I have a project for a master's seminar that consists of taking a list of 107605
records of articles and we need to enter the information at a percolator type index to finally enter texts through an interface, percolate them and highlight the related words.

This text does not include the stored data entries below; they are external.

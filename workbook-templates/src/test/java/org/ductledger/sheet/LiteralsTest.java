package org.ductledger.sheet;

import static org.junit.jupiter.api.Assertions.assertEquals;

import java.util.Random;
import org.junit.jupiter.api.Test;

/** Constants in formulas give the same double back. */
final class LiteralsTest {
    @Test
    void theShortestDecimalIsTaken() {
        assertEquals("1.4", Literals.number(1.4));
        assertEquals("0", Literals.number(0));
        assertEquals("-0.001", Literals.number(-0.001));
        assertEquals("100", Literals.number(100));
        assertEquals("0.30000000000000004", Literals.number(0.1 + 0.2));
        assertEquals("1E-300", Literals.number(1e-300));
    }

    @Test
    void everyDoubleComesBack() {
        Random random = new Random(17);
        for (int i = 0; i < 10_000; i++) {
            double x = Double.longBitsToDouble(random.nextLong());
            if (Double.isFinite(x)) {
                assertEquals(x, Double.parseDouble(Literals.number(x)));
            }
        }
    }

    @Test
    void quotesInWordsAreDoubled() {
        assertEquals("\"say \"\"no\"\"\"", Literals.text("say \"no\""));
    }
}
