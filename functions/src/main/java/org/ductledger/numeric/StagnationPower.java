package org.ductledger.numeric;

/**
 * Powers of the stagnation ratio T0/T = 1 + (gamma-1)/2 M^2, or of this over its sonic value (gamma+1)/2, to the
 * exponent a + b/(gamma-1). A {@code PowerColumn} gives the same bits, and faster.
 *
 * @param a the exponent's part without gamma, a small multiple of 1/2
 * @param b the exponent's part over gamma - 1, a small whole number
 * @param overSonic whether the base is taken over its sonic value
 * @param ending what the power is multiplied with
 */
public record StagnationPower(double a, double b, boolean overSonic, Ending ending) {
    private static final int HUGE_SHIFT = 600;

    /** The value at one Mach number, M &gt;= 0, gamma &gt; 1. */
    public double at(double mach, double gamma) {
        if (gamma < GammaTerms.LEAST_GAMMA) {
            return steep(Math.min(mach, StagnationSum.MOST_MACH), gamma);
        }
        return mach <= StagnationSum.MOST_MACH ? plain(mach, gamma) : huge(mach, gamma);
    }

    private double plain(double mach, double gamma) {
        double h = GammaTerms.half(gamma);
        double u = StagnationSum.leading(mach, h);
        double head = StagnationSum.head(u);
        double tail = StagnationSum.tail(u, StagnationSum.rest(mach, h), head);
        return power(head, tail, 0, mach, gamma, 0);
    }

    /** With M 2^-600 in the place of M; the 1 of the sum is far below its last bit. */
    private double huge(double mach, double gamma) {
        double scaled = mach * 0x1p-600;
        double h = GammaTerms.half(gamma);
        double u = StagnationSum.leading(scaled, h);
        double head = Split.head(u, Split.DROP_23);
        double tail = (u - head) + StagnationSum.rest(scaled, h);
        return power(head, tail, 2 * HUGE_SHIFT, scaled, gamma, HUGE_SHIFT * ending.machExponent);
    }

    private double power(double head, double tail, int shift, double mach, double gamma, int n) {
        double inverse = 1 / (gamma - 1);
        double w0 = GammaTerms.exponentHead(inverse, a, b);
        double w1 = GammaTerms.exponentTail(gamma, inverse, a, b, w0);
        double x = baseHead(head, gamma);
        return Power.scaled(x, baseTail(head, tail, gamma, x), shift, w0, w1, ending, mach, gamma, n);
    }

    private double baseHead(double head, double gamma) {
        return overSonic ? StagnationSum.sonicHead(head, 1 / (1 + GammaTerms.half(gamma))) : head;
    }

    private double baseTail(double head, double tail, double gamma, double x) {
        if (!overSonic) {
            return tail;
        }
        double h = GammaTerms.half(gamma);
        double sonic = GammaTerms.sonic(h);
        return StagnationSum.sonicTail(head, tail, 1 / (1 + h), sonic, GammaTerms.sonicRest(h, sonic), x);
    }

    /** For gamma next to 1: the sum and the exponent as unevaluated sums of two whole doubles each. */
    private double steep(double mach, double gamma) {
        double h = GammaTerms.half(gamma);
        double square = mach * mach;
        double u = h * square;
        double rest = Math.fma(h, square, -u) + h * Math.fma(mach, mach, -square);
        double sum = 1 + u;
        double tail = StagnationSum.tail(u, rest, sum);
        if (overSonic) {
            double sonic = 1 + h;
            double ratio = sum / sonic;
            tail = (Math.fma(-ratio, sonic, sum) - ratio * GammaTerms.sonicRest(h, sonic) + tail) / sonic;
            sum = ratio;
        }
        double inverse = b / (gamma - 1);
        double w0 = inverse + a;
        double w1 = ((inverse - w0) + a) + Math.fma(-inverse, gamma - 1, b) / (gamma - 1);
        double power = Power.of(sum, tail, w0, w1);
        if (power > 0x1p-900 && power < 0x1p900) {
            return ending.of(power, mach, gamma);
        }
        double root = Power.of(sum, tail, 0.5 * w0, 0.5 * w1);
        return ending.of(root, mach, gamma) * root;
    }
}
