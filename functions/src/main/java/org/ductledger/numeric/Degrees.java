package org.ductledger.numeric;

import java.math.BigDecimal;
import java.math.MathContext;

/**
 * Angles in degrees: sine, cosine and tangent of a first-quadrant angle, and the angle of a cotangent, in IEEE
 * arithmetic alone and within 1.5, 1.5, 3 and 2.5 ulp.
 *
 * <p>Method: a table of the whole degrees' sines, and the series for the rest of at most half a degree.
 */
public final class Degrees {
    /** One degree in radians, and what its double leaves over. */
    private static final double DEGREE = 0x1.1df46a2529d39p-6;

    private static final double DEGREE_REST = 0x1.5c1d8becdd291p-62;

    /** One radian in degrees, and what its double leaves over. */
    private static final double RADIAN = 0x1.ca5dc1a63c1f8p+5;

    private static final double RADIAN_REST = -0x1.1e7ab456405f9p-49;

    private static final int RIGHT = 90;

    /** For each whole degree: its sine, and what its double leaves over. */
    private static final double[] SINES = sines();

    private Degrees() {}

    /** The angle in radians. */
    public static double toRadians(double angle) {
        return angle * DEGREE + angle * DEGREE_REST;
    }

    /** The angle in degrees. */
    public static double ofRadians(double angle) {
        return angle * RADIAN + angle * RADIAN_REST;
    }

    /** The sine of an angle in degrees, 0 to 90. */
    public static double sin(double angle) {
        int whole = (int) (angle + 0.5);
        double r = toRadians(angle - whole);
        int s = 2 * whole;
        int c = 2 * (RIGHT - whole);
        return SINES[s] + (SINES[c] * sinOf(r) + (SINES[s + 1] - SINES[s] * versineOf(r)));
    }

    /** The cosine of an angle in degrees, 0 to 90. */
    public static double cos(double angle) {
        int whole = (int) (angle + 0.5);
        double r = toRadians(angle - whole);
        int s = 2 * whole;
        int c = 2 * (RIGHT - whole);
        return SINES[c] - (SINES[s] * sinOf(r) + (SINES[c] * versineOf(r) - SINES[c + 1]));
    }

    /** The tangent of an angle in degrees, 0 to less than 90. */
    public static double tan(double angle) {
        return sin(angle) / cos(angle);
    }

    /** The angle in degrees, 0 to 90, that has this cotangent &gt;= 0. */
    public static double ofCotangent(double cotangent) {
        return cotangent < 1 ? RIGHT - ofRadians(ArcTangent.of(cotangent)) : ofRadians(ArcTangent.of(1 / cotangent));
    }

    private static double sinOf(double r) {
        double q = r * r;
        return r - r * q * (1.0 / 6 - q * (1.0 / 120 - q * (1.0 / 5040)));
    }

    /** 1 - cos r. */
    private static double versineOf(double r) {
        double q = r * r;
        return q * (1.0 / 2 - q * (1.0 / 24 - q * (1.0 / 720)));
    }

    private static double[] sines() {
        BigDecimal degree = new BigDecimal("0.017453292519943295769236907684886127134428718885417");
        BigDecimal sin1 = sine(degree);
        BigDecimal half = sine(degree.divide(BigDecimal.valueOf(2), MathContext.DECIMAL128));
        BigDecimal cos1 = BigDecimal.ONE.subtract(half.multiply(half).multiply(BigDecimal.valueOf(2)));
        BigDecimal sin = BigDecimal.ZERO;
        BigDecimal cos = BigDecimal.ONE;
        double[] table = new double[2 * (RIGHT + 1)];
        for (int i = 0; i <= RIGHT; i++) {
            table[2 * i] = sin.doubleValue();
            table[2 * i + 1] = sin.subtract(new BigDecimal(table[2 * i])).doubleValue();
            BigDecimal next = sin.multiply(cos1).add(cos.multiply(sin1), MathContext.DECIMAL128);
            cos = cos.multiply(cos1).subtract(sin.multiply(sin1), MathContext.DECIMAL128);
            sin = next;
        }
        return table;
    }

    /** The sine by its series, to 32 digits for x of a degree or less. */
    private static BigDecimal sine(BigDecimal x) {
        BigDecimal square = x.multiply(x, MathContext.DECIMAL128);
        BigDecimal term = x;
        BigDecimal sum = x;
        for (int n = 2; n <= 16; n += 2) {
            term = term.multiply(square).divide(BigDecimal.valueOf(-n * (n + 1L)), MathContext.DECIMAL128);
            sum = sum.add(term, MathContext.DECIMAL128);
        }
        return sum;
    }
}
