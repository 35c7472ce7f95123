package org.ductledger.numeric;

/**
 * Integrates a small system of ordinary differential equations: Gragg's modified midpoint rule with 2, 4, ... steps, the
 * results extrapolated to none (Bulirsch and Stoer; Hairer, Norsett and Wanner, Solving Ordinary Differential Equations
 * I, 1993, section II.9), with a step that follows the error of each unknown relative to itself. One for each run; not
 * for several threads.
 */
public final class Extrapolation {
    /** The system: the slopes of the unknowns towards the end. */
    @FunctionalInterface
    public interface Slopes {
        void at(double left, double[] unknowns, double[] slopes);
    }

    /** The extrapolated result is of order 16 in the step. */
    private static final int COLUMNS = 8;

    private static final double EXPONENT = 1.0 / (2 * COLUMNS - 1);
    private static final int MOST_STEPS = 5_000;
    private static final double LEAST_SCALE = 0.2;
    private static final double MOST_SCALE = 4;
    private static final double CAUTION = 0.9;

    private final Slopes system;
    private final double tolerance;
    private final int size;
    private final double[] start;
    private final double[] slopes;
    private final double[] before;
    private final double[] now;
    private final double[] fresh;
    private final double[][] table;

    /**
     * An integrator.
     *
     * @param size the number of unknowns, none of which may pass through zero
     * @param tolerance the error of a step, relative to each unknown
     */
    public Extrapolation(Slopes system, int size, double tolerance) {
        this.system = system;
        this.size = size;
        this.tolerance = tolerance;
        start = new double[size];
        slopes = new double[size];
        before = new double[size];
        now = new double[size];
        fresh = new double[size];
        table = new double[COLUMNS][size];
    }

    /**
     * Follows the unknowns to the end.
     *
     * @param length how far the end is
     * @param firstStep a guess
     * @return whether it got there
     */
    public boolean run(double[] unknowns, double length, double firstStep) {
        double left = length;
        double step = firstStep;
        for (int i = 0; i < MOST_STEPS && left > 0; i++) {
            step = Math.min(step, left);
            system.at(left, unknowns, start);
            for (int row = 0; row < COLUMNS; row++) {
                midpoint(left, unknowns, step / (2 * (row + 1)), 2 * (row + 1));
                extrapolate(row);
            }
            double error = error();
            if (error <= tolerance) {
                System.arraycopy(table[COLUMNS - 1], 0, unknowns, 0, size);
                left = step == left ? 0 : left - step;
            }
            step *= scale(error);
        }
        return left <= 0;
    }

    private void midpoint(double left, double[] unknowns, double h, int steps) {
        for (int i = 0; i < size; i++) {
            before[i] = unknowns[i];
            now[i] = unknowns[i] + h * start[i];
        }
        for (int k = 1; k < steps; k++) {
            system.at(left - k * h, now, slopes);
            for (int i = 0; i < size; i++) {
                double next = before[i] + 2 * h * slopes[i];
                before[i] = now[i];
                now[i] = next;
            }
        }
        system.at(Math.max(0, left - steps * h), now, slopes);
        for (int i = 0; i < size; i++) {
            fresh[i] = 0.5 * (before[i] + now[i] + h * slopes[i]);
        }
    }

    /** Puts a new row of Neville's scheme in the place of the last one. */
    private void extrapolate(int row) {
        for (int i = 0; i < size; i++) {
            double value = fresh[i];
            for (int column = 0; column < row; column++) {
                double last = table[column][i];
                table[column][i] = value;
                double ratio = (row + 1.0) / (row - column);
                value += (value - last) / (ratio * ratio - 1);
            }
            table[row][i] = value;
        }
    }

    private double error() {
        double error = 0;
        for (int i = 0; i < size; i++) {
            double best = table[COLUMNS - 1][i];
            error = Math.max(error, Math.abs((best - table[COLUMNS - 2][i]) / best));
        }
        return error;
    }

    /** By how much the next step is longer; a step that failed altogether gives NaN, and is shortened. */
    private double scale(double error) {
        double wanted = CAUTION * StrictMath.pow(tolerance / error, EXPONENT);
        return wanted >= LEAST_SCALE ? Math.min(MOST_SCALE, wanted) : LEAST_SCALE;
    }
}
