package org.ductledger.numeric;

/** Powers (head + tail)^(w0 + w1), good to the last digit or two, with the same bits on every machine. */
public final class Power {
    /**
     * Beyond this magnitude of the exponent the tail of the logarithm is not small in the product, and next to 0 the
     * logarithm needs more than the table's 69 bits.
     */
    private static final double STEEP_EXPONENT = 1100;

    /** How far from 1 the series of the logarithm reaches. */
    private static final double NEAR_ONE = 0x1p-7;

    /** A greater exponent of a base that is not near 1 leads to zero or infinity as well. */
    private static final double MOST_EXPONENT = 0x1p20;

    private Power() {}

    /**
     * The power of a sum: to about 0.8 units in the last place where the exponent is at most 1100, to 2 beyond.
     *
     * @param head a positive, finite double
     * @param tail at most a few units in the last place of it
     * @param w0 the exponent, rounded
     * @param w1 the rest of the exponent
     */
    public static double of(double head, double tail, double w0, double w1) {
        if (Math.abs(w0) > STEEP_EXPONENT && Math.abs(head - 1) < NEAR_ONE) {
            return steep(head, tail, w0, w1);
        }
        double exponent = Math.max(-MOST_EXPONENT, Math.min(w0, MOST_EXPONENT));
        double w = Split.head(exponent, Split.DROP_27);
        double rest = (exponent - w) + w1;
        if (head < 0x1p-900) {
            return split(head * 0x1p200, tail * 0x1p200, -200, w, rest);
        }
        return head > 0x1p900 ? split(head * 0x1p-200, tail * 0x1p-200, 200, w, rest) : split(head, tail, 0, w, rest);
    }

    private static double split(double head, double tail, int shift, double w0, double w1) {
        double h = Split.head(head, Split.DROP_23);
        return scaled(h, (head - h) + tail, shift, w0, w1, Ending.NOTHING, 1, 1, 0);
    }

    /**
     * (2^shift (head + tail))^(w0 + w1), its ending, and 2^n; head has at most 30 bits, w0 at most 26. The ending comes
     * in before the powers of two, so that nothing is lost to underflow on the way.
     */
    static double scaled(
            double head,
            double tail,
            int shift,
            double w0,
            double w1,
            Ending ending,
            double mach,
            double gamma,
            int n) {
        long bits = Double.doubleToRawLongBits(head);
        int row = Log2.row(bits);
        double scale = Log2.scale(bits, row);
        double k = Log2.exponent(bits) + shift + Log2Table.ROWS[row + 1];
        double zHead = Log2.reduced(head, scale);
        double zTail = tail * scale;
        double s = Log2.head(k, zHead);
        double t = Log2.tail(k, Log2Table.ROWS[row + 2], zHead, zTail, s) + Log2.bend(zHead + zTail);
        if (Math.abs(w0) > STEEP_EXPONENT) {
            double sum = s + t;
            t = (s - sum) + t;
            s = sum;
        }
        double leading = Exp2.leading(w0, s);
        double rounded = Exp2.rounded(leading);
        double f = Exp2.fraction(leading, rounded, w0, w1, s, t);
        double mantissa = Exp2.mantissa(f, Exp2.bend(f));
        return Exp2.scaled(ending.of(mantissa, mach, gamma), Exp2.whole(rounded) + n);
    }

    /** By log(1 + t) = t - t^2/2 + ..., the first two terms kept to twice the digits. */
    private static double steep(double head, double tail, double w0, double w1) {
        double t = head - 1;
        double square = t * t;
        double bend = 1.0 / 3 - t * (0.25 - t * (0.2 - t * (1.0 / 6 - t * (1.0 / 7 - t * (0.125 - t * (1.0 / 9))))));
        double log = t - 0.5 * square;
        double rest = ((t - log) - 0.5 * square) - 0.5 * Math.fma(t, t, -square) + tail / head + t * square * bend;
        double y = w0 * log;
        double yRest = Math.fma(w0, log, -y) + (w0 * rest + w1 * log);
        double sum = y + yRest;
        return StrictMath.exp(sum) * (1 + ((y - sum) + yRest));
    }
}
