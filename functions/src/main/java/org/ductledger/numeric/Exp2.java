package org.ductledger.numeric;

/**
 * The steps of 2^y for y = w (s + t), a product of two sums of a head and a tail: y is parted into a whole number n and
 * a fraction f, and 2^f is summed with its head kept apart.
 */
final class Exp2 {
    /** Adding it rounds to a whole number, which then stands in the low bits. */
    private static final double ROUNDER = 0x1.8p52;

    static final double LN2 = 0x1.62e42fefa39efp-1;

    /** ln 2: its leading 21 bits, and the rest. */
    static final double LN2_HEAD = 0x1.62e43p-1;

    static final double LN2_TAIL = -0x1.05c610ca86c39p-29;

    /** (2^f - 1 - f ln 2) / f^2 for |f| below {@link #REACH}: interpolation at Chebyshev's nodes. */
    static final double[] SERIES = {
        0x1.ebfbdff82c591p-3,
        0x1.c6b08d704a0c0p-5,
        0x1.3b2ab6fba3234p-7,
        0x1.5d87fe78a5b23p-10,
        0x1.43091305b603cp-13,
        0x1.ffcbfc63e0467p-17,
        0x1.62bfdc459a794p-20,
        0x1.b525018e653dep-24,
        0x1.e5fbeb6e51062p-28,
        0x1.e9cb2f13c45b0p-32
    };

    /** The half, and what the tail of a logarithm times an exponent of at most 1100 adds to it. */
    static final double REACH = 0.5 + 0x1p-6;

    private static final double C0 = SERIES[0];
    private static final double C1 = SERIES[1];
    private static final double C2 = SERIES[2];
    private static final double C3 = SERIES[3];
    private static final double C4 = SERIES[4];
    private static final double C5 = SERIES[5];
    private static final double C6 = SERIES[6];
    private static final double C7 = SERIES[7];
    private static final double C8 = SERIES[8];
    private static final double C9 = SERIES[9];

    private Exp2() {}

    /** The exponent's leading part, exact: w0 and the head of s have 26 bits each. */
    static double leading(double w0, double s) {
        return w0 * Split.head(s, Split.DROP_27);
    }

    /** y rounded to a whole number, plus a constant. */
    static double rounded(double leading) {
        return leading + ROUNDER;
    }

    /** The fraction of y = (w0 + w1) (s + t). */
    static double fraction(double leading, double rounded, double w0, double w1, double s, double t) {
        double sTail = (s - Split.head(s, Split.DROP_27)) + t;
        return (leading - (rounded - ROUNDER)) + (w0 * sTail + w1 * (s + t));
    }

    /** The terms of 2^f from f^2 on. */
    static double bend(double f) {
        return f
                * f
                * (C0 + f * (C1 + f * (C2 + f * (C3 + f * (C4 + f * (C5 + f * (C6 + f * (C7 + f * (C8 + f * C9)))))))));
    }

    /** 2^f, between 0.7 and 1.42. */
    static double mantissa(double f, double bend) {
        double head = Split.head(f, Split.DROP_27);
        double q = head * LN2_HEAD;
        double rest = (head * LN2_TAIL + (f - head) * LN2) + bend;
        double t = 1 + q;
        return t + (((1 - t) + q) + rest);
    }

    /** The whole number in what {@link #rounded} gave. */
    static int whole(double rounded) {
        return (int) Double.doubleToRawLongBits(rounded);
    }

    /** x 2^n, rounded once. */
    static double scaled(double x, int n) {
        return n >= -900 && n <= 900 ? x * Double.longBitsToDouble((n + 1023L) << 52) : Math.scalb(x, n);
    }
}
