package org.ductledger.sheet;

import static org.junit.jupiter.api.Assertions.assertEquals;

import org.apache.poi.ss.usermodel.DataFormatter;
import org.junit.jupiter.api.Test;

/** Six digits, whatever the magnitude. */
final class NumberFormatsTest {
    private static String shown(double x) {
        DataFormatter formatter = new DataFormatter(java.util.Locale.ROOT);
        return formatter.formatRawCellContents(x, -1, NumberFormats.of(Math.abs(x)));
    }

    @Test
    void sixDigitsAreShown() {
        assertEquals("1.40000", shown(1.4));
        assertEquals("296.800", shown(296.8));
        assertEquals("700000", shown(700_000));
        assertEquals("0.123457", shown(0.1234567));
        assertEquals("0.0123457", shown(0.01234567));
        assertEquals("1.23457E-03", shown(0.001234567));
        assertEquals("1.23457E+09", shown(1.234567e9));
        assertEquals("0.0000", shown(0));
    }

    @Test
    void aColumnGoesByItsLargestValue() {
        assertEquals(NumberFormats.of(130), NumberFormats.of(new double[] {-130, 0.01, Double.NaN, 50}));
    }
}
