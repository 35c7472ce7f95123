/** What kernels share: powers to the last digit, the balance about the sonic point, refinement steps. */
@NullMarked
package org.ductledger.numeric;

import org.jspecify.annotations.NullMarked;
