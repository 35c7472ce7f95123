package org.ductledger.numeric;

/** What rounding took from an operation: exact result = rounded result + this. */
public final class Rounding {
    private Rounding() {}

    /** Of a + b, whichever is larger (D. E. Knuth, The Art of Computer Programming, volume 2, section 4.2.2). */
    public static double ofSum(double a, double b) {
        double sum = a + b;
        double partOfB = sum - a;
        return (a - (sum - partOfB)) + (b - partOfB);
    }

    /** Of a b. */
    public static double ofProduct(double a, double b) {
        return Math.fma(a, b, -(a * b));
    }

    /** Of a x x, worked from the left. */
    public static double ofScaledSquare(double a, double x) {
        return ofProduct(a * x, x) + ofProduct(a, x) * x;
    }
}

For this we have, by console, the following steps:
curl -XPUT 'localhost:9200/my-index?pretty' -H 'Content-Type: application/json' -d' { "mappings": { "_doc": { "properties": { "title": { "type": "text" }, "query": { "type": "percolator" } } } } } '
curl -XPUT 'localhost:9200/my-index/_doc/1?refresh&pretty' -H 'Content-Type: application/json' -d' { "CourseId":35, "UnitId":12390, "id":"16069", "CourseName":"ARK102U_ARKEOLOJİK ALAN YÖNETİMİ", "FieldId":8, "field":"TARİH", "query": { "span_near" : { "clauses" : [ { "span_term" : { "title" : "dünya" } }, { "span_term" : { "title" : "mirası" } }, { "span_term" : { "title" : "sözleşmesi" } } ], "slop" : 0, "in_order" : true } } } '
As we can see, as a query all the words included in the title field of the record will be entered. 3. We make the query by entering the text:
curl -XGET 'localhost:9200/my-index/_search?pretty' -H 'Content-Type: application/json' -d'
{
"query" : {
"percolate" : {
"field" : "query",
"document" : {
"title" : "Arkeoloji, arkeolojik yöntemlerle ortaya çıkarılmış kültürleri, dünya mirası sözleşmesi sosyoloji, coğrafya, tarih, etnoloji gibi birçok bilim dalından yararlanarak araştıran ve inceleyen bilim dalıdır. Türkçeye yanlış bir şekilde \"kazıbilim\" olarak çevrilmiş olsa da kazı, arkeolojik araştırma yöntemlerinden sadece bir tanesidir."
}
}
},
"highlight": {
"fields": {
"title": {}
}
}
}
'
The records come in a file json
and until the momendo I capture them and include them in a dictionary, but from there to there I do not know how to continue. This is my approach:
import json
from elasticsearch_dsl import (
DocType,
Integer,
Percolator,
Text,
)
# Read the json File
json_data = open('titles.json').read()
data = json.loads(json_data)
docs = data['response']['docs']
# Creating a elasticsearch connection
# connections.create_connection(hosts=['localhost'], port=['9200'], timeout=20)
"""
curl -XPUT 'localhost:9200/my-index?pretty' -H 'Content-Type: application/json' -d'
{
"mappings": {
"_doc": {
"properties": {
"title": {
"type": "text"
},
"query": {
"type": "percolator"
}
}
}
}
}
'
"""
class Documment(DocType):
course_id = Integer()
unit_id = Integer()
# title = Text()
id = Integer()
course_name = Text()
field_id = Integer()
field = Text()
class Meta:
index = 'titles_index'
properties={
'title': Text(),
'query': Percolator()
}
"""
"query": {
"span_near" : {
"clauses" : [
{ "span_term" : { "title" : "dünya" } },
{ "span_term" : { "title" : "mirası" } },
{ "span_term" : { "title" : "sözleşmesi" } }
],
"slop" : 0,
"in_order" : true
}
}
"""
for doc in docs:
terms = docs['title'].split(“ ”)
course_id = docs['CourseId']
unit_id = docs['UnitId']
id = docs['id']
course_name = docs['CourseName']
field_id = docs['FieldId']
field = docs['field']
How should I continue the development?
Thank you very much.